Companies are gathering data at an astonishing rate but capturing value from that data is a perpetual challenge. Poor quality data is often cited as one of the biggest obstacles to using data – “garbage in, garbage out” as the adage goes. If you’re operating a data-driven business, how do you get to a position where you’re truly predictive?
Lost paperwork, missing data, and delays in data transmission, can all delay insights. Oftentimes, the data must be verified, cleaned, and re-keyed – a process that can take hours, if not days. The problem is further compounded by the fact that data has a half-life of approximately 30 minutes. After that time, its relevance and usefulness are questionable, resulting in muddy insights.
What Real-Time Data Means, and Why it’s Critical
The term “data” can sound vague or intimidating, but you’re likely already collecting tons of important data for your business that you can use to make better decisions — invoices, work/service orders, inspections, employee time on a project, and more. To achieve actionable insights from that data it’s imperative that the information is processed the very moment it enters your data analytics engine. Of course, it rarely happens that way. A huge percentage of any data project is focused solely on cleaning data manually, eating up time and money and introducing the risk of human error, which can further contaminate data and lead to bad predictions.
In the data analytics world, accuracy is essential, and speed is critical. This is where “real-time” analytics comes into play. Instead of second-guessing dirty, outdated data, real-time analytics gives insights on what is going on in the business, right now.
Say you’re the manufacturer of a consumer product and have a team of sales professionals who are responsible for reporting and auditing in-store conditions to ensure brand standards are upheld and inventory is displayed correctly. This process would have traditionally been done with paper forms, limiting access to real-time data back at the head office. Mobile applications in the hands of sales teams, however, can transform how data is collected and reported across the organization providing real-time actionable intelligence.
To achieve such insights, businesses simply can’t afford to rely on data that is questionable or delayed in transmission. Their analytics engines, whether it’s Microsoft, Oracle, Google Analytics, etc., depend on real-time data that is already cleansed, normalized, collated, and error-free.
Closing the Gap Between Data Collection and Data Analysis
To tap into the power of data, companies are increasingly seeking the ability to collect and connect to data in less time. We see companies throwing extra staff at the problem, only exasperating an already manual process. More data entry is not the answer. Mobile-based digital information capture solutions are making it easier for organizations to overcome the time and effort it takes to capture, clean, correlate, and input data into analytics engines. Instead of hiring new employees or retraining staff, you can easily put data gathered in the field on digital mobile applications and have it automatically uploaded to connected cloud-based SaaS systems.
Even if you have data from multiple sources and in multiple formats (photos, signatures, etc.), digital information capture solutions can help pull it all together helping you glean critical insights into your business. Going one step further, API integrations allow for the creation of a digital “handshake” between these tools and almost any other open-ended software that allows for web services. Whether you are using Microsoft Excel or a SQL database or have made the move to more robust applications like QuickBooks, Freshbooks, or Salesforce, cloud-based services, like Zapier, make such integrations even easier by automating the movement of data collected into these third-party systems.

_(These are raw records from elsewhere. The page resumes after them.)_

import { InvalidQuantity } from '../invalid-quantity.ts';
import type { Method } from '../method.ts';
import { roundRingSelfInductance_H } from './ring-section.ts';

/** A ring of round wire, `diameter_m` of its centre line; with `turns` a bundle of that many turns as thick as `wireDiameter_m`. */
export interface RoundLoop {
  readonly shape: 'round-loop';
  readonly diameter_m: number;
  readonly wireDiameter_m: number;
  readonly turns?: number;
}

/**
 * Low-frequency inductance in H of a round loop in air, uniform current density (`roundRingSelfInductance_H`, to rounding for
 * every proportion). A bundle of N turns that share the section evenly has N² of it.
 *
 * Throws `InvalidQuantity` at `/wireDiameter_m` where the section would reach the axis.
 */
export function roundLoopInductance(coil: RoundLoop): { inductance_H: number; method: Method } {
  const { diameter_m, wireDiameter_m, turns = 1 } = coil;
  if (wireDiameter_m >= diameter_m) {
    throw new InvalidQuantity('/wireDiameter_m', `must be less than the loop's diameter of ${diameter_m} m`);
  }
  const inductance_H = turns * turns * roundRingSelfInductance_H(diameter_m / 2, wireDiameter_m / 2);
  return { inductance_H, method: loopMethod(diameter_m, wireDiameter_m, turns) };
}

function loopMethod(diameter_m: number, wireDiameter_m: number, turns: number): Method {
  const ratio = wireDiameter_m / diameter_m;
  // Direct current falls as 1/r across a bent wire: up to 0.75 ε² less inductance, by quadrature over the section for ε to 0.99.
  // A bundle's current follows its wires instead, and is spread evenly.
  const section = turns === 1 ? 0.75 * ratio ** 2 : 0;
  // Round wires apart instead of one even section: µ0 a N (ln(spacing/bare diameter) + 0.155), Rosa and Grover, NBS Scientific
  // Paper 169 (from memory), against µ0 a N² (ln 8/ε − 1.75); 0.85 is spacing to twice the bare diameter.
  const bundling = turns === 1 ? 0 : 0.85 / turns / (Math.log(8 / ratio) - 1.75);
  return {
    name: 'ring of round section, uniform current density',
    references: [
      'E. B. Rosa and F. W. Grover, NBS Scientific Paper 169 (1916)',
      'NIST Digital Library of Mathematical Functions, 14.19 (toroidal functions)',
    ],
    relativeError: section + bundling,
    validity:
      turns === 1
        ? 'closed ring in air, current spread over the wire (low frequency); leads and gap not included'
        : 'bundle of round section filled evenly by its turns, wires spaced to twice their bare diameter, air, low frequency',
  };
}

This is the ideal way to get real-time data collected via mobile applications and form data in the field pushed into your accounting, ERP, and other software systems. Using the power of automation, it removes the manual work behind taking CSV data and uploading it daily into those different systems and reduces the time it takes to develop a full-scale web services integration with an API.

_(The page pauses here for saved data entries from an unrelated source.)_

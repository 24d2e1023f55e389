import { VACUUM_PERMEABILITY_H_PER_M } from '../constants.ts';
import { integrate } from '../numerics/quadrature.ts';
import { coaxialLoopsMutualInductance_H } from './coaxial-loops.ts';

/**
 * Neumann's double integral ∮∮ dl·dl'/r in m of two coaxial circles of radii mean ± difference/2, planes v ≥ 0 apart (m).
 * Maxwell's M depends on them by √(r₁r₂) and √(difference² + v²) alone (through k² it is a function of both over r₁r₂), so equal
 * circles of that radius at that distance stand for them, and circles that all but coincide keep every digit.
 */
export function concentricCircles_m(mean_m: number, difference_m: number, v_m: number): number {
  const radius = Math.sqrt(Math.max(0, (mean_m - difference_m / 2) * (mean_m + difference_m / 2)));
  const distance = Math.sqrt(difference_m * difference_m + v_m * v_m);
  return ((4 * Math.PI) / VACUUM_PERMEABILITY_H_PER_M) * coaxialLoopsMutualInductance_H(radius, radius, distance);
}

/**
 * Neumann's integral of a circular arc of `share` of a turn with itself, over that of the whole turn: two filaments of radius 1
 * `offset` (the geometric mean distance of the section, over the radius) apart,
 *
 *     ∫₀^Φ (Φ − φ) cos φ/√(4 sin²(φ/2) + offset²) dφ,   Φ = 2π share.
 *
 * Against the double integral over the arc (mpmath, 15 digits), shares 0.01..0.99, offset 0.02 and 0.3: within 5e-16.
 */
export function circleArcShare(share: number, offset: number): number {
  // φ = offset sinh τ is smooth through the near-singularity at φ = 0, and through that of a nearly whole turn, seen from 2π.
  const part = (from: number, to: number, weight: (phi: number) => number) =>
    integrate(
      (tau) => {
        const phi = offset * Math.sinh(tau);
        return (weight(phi) * Math.cos(phi) * offset * Math.cosh(tau)) / Math.hypot(2 * Math.sin(phi / 2), offset);
      },
      Math.asinh(from / offset),
      Math.asinh(to / offset),
      40,
    );
  const integral = (turn: number) => {
    const angle = 2 * Math.PI * turn;
    const near = part(0, Math.min(angle, Math.PI), (phi) => angle - phi);
    if (angle <= Math.PI) return near;
    return near + part(2 * Math.PI - angle, Math.PI, (phi) => angle - 2 * Math.PI + phi);
  };
  return integral(share) / integral(1);
}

IT-constrained organizations will be pleased to know that connecting systems via APIs isn’t the only path to bridging data sources to their analytic systems. So-called “quick connectors” provide the capability for users to instantly connect project or customer information collected without having to set up a backend API integration.

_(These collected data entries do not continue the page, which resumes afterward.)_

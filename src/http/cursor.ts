import { CoilproofError } from '../errors.ts';

/** A list's position as an opaque text, so that callers cannot come to depend on what it holds. */
export const packCursor = (position: number): string => Buffer.from(`p${position}`).toString('base64url');

/** The position that `packCursor` packed; anything else is refused. */
export function unpackCursor(cursor: string): number {
  const match = /^p(\d{1,15})$/.exec(Buffer.from(cursor, 'base64url').toString('latin1'));
  if (!match || packCursor(Number(match[1])) !== cursor) {
    throw new CoilproofError('invalid-parameter', 'after: not a cursor that this service gave out');
  }
  return Number(match[1]);
}
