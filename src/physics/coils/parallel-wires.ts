import { VACUUM_PERMEABILITY_H_PER_M } from '../constants.ts';
import { InvalidQuantity } from '../invalid-quantity.ts';
import type { Method } from '../method.ts';
import { roundBarSelfLessAbreast_m } from './round-bars.ts';

/** Go and return: two equal parallel round wires with opposite currents; spacing from centre to centre, bare diameter. */
export interface ParallelWires {
  readonly shape: 'parallel-wires';
  readonly length_m: number;
  readonly spacing_m: number;
  readonly wireDiameter_m: number;
}

/**
 * Inductance in H of two parallel round wires, go and return, finite length, uniform current in each section, internal
 * inductance included: (µ0/2π) (Neumann's integral of a wire with itself less that with the other). Long wires:
 * (µ0/π) l [ln(D/ρ) + 1/4], exact however close they are, because the geometric mean distance of two circles is D
 * (Maxwell, Treatise, vol. 2, art. 685).
 *
 * The links that close the loop at the ends are not part of it; `relativeError` is what two straight links of the same
 * wire would add (with them it is a rectangular loop).
 * Throws InvalidQuantity at /spacing_m when the wires would overlap.
 *
 * | domain                                                | worst relative error | against                                   |
 * |-------------------------------------------------------|----------------------|-------------------------------------------|
 * | length/radius 0.5..1e6, spacing/radius 2 (touching)..20 | 2e-14              | Hankel's integral, Gauss-Legendre (scipy) |
 * | length/radius 0.01, the same spacings                 | 1e-11                | the same                                  |
 */
export function parallelWiresInductance(coil: ParallelWires): { inductance_H: number; method: Method } {
  const { length_m, spacing_m, wireDiameter_m } = coil;
  if (spacing_m < wireDiameter_m) {
    throw new InvalidQuantity(
      '/spacing_m',
      'the wires overlap: the spacing of their centres must be at least the wire diameter',
    );
  }
  const line_m = roundBarSelfLessAbreast_m(length_m, wireDiameter_m / 2, spacing_m);
  // Links the wires' own length apart, or as far as wires can come; only the size of what is missing is needed.
  const links_m = roundBarSelfLessAbreast_m(spacing_m, wireDiameter_m / 2, Math.max(length_m, wireDiameter_m));
  return {
    inductance_H: (VACUUM_PERMEABILITY_H_PER_M / (2 * Math.PI)) * line_m,
    method: {
      name: 'Go and return of round wires, uniform current, Neumann’s integral averaged over both sections',
      references: [
        'J. C. Maxwell, A Treatise on Electricity and Magnetism (1873), vol. 2, arts. 685-693',
        'F. W. Grover, Inductance Calculations (1946), ch. 5',
      ],
      relativeError: links_m / line_m,
      validity:
        'The two wires without the links at their ends (relativeError is what straight links would add). Direct current and ' +
        'low frequency: skin and proximity effect lower it, the more the closer the wires.',
    },
  };
}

Good Data in Fuels Good Decisions Out
Most businesses – 81% – agree that data should be at the heart of decision-making. However, only 3% describe their strategy as “mature.” Mobile applications are fast-becoming a critical tool in helping organizations move up the data maturity ladder. Moving beyond simple data collection, these tools have the potential to become a matter of course for field service businesses. Leveraging cloud-powered real-time data connections and integrations, business processes are streamlined (freeing up employees and resources), and teams are empowered to make better decisions about how to increase efficiency, save time and money, and predict future performance and sales.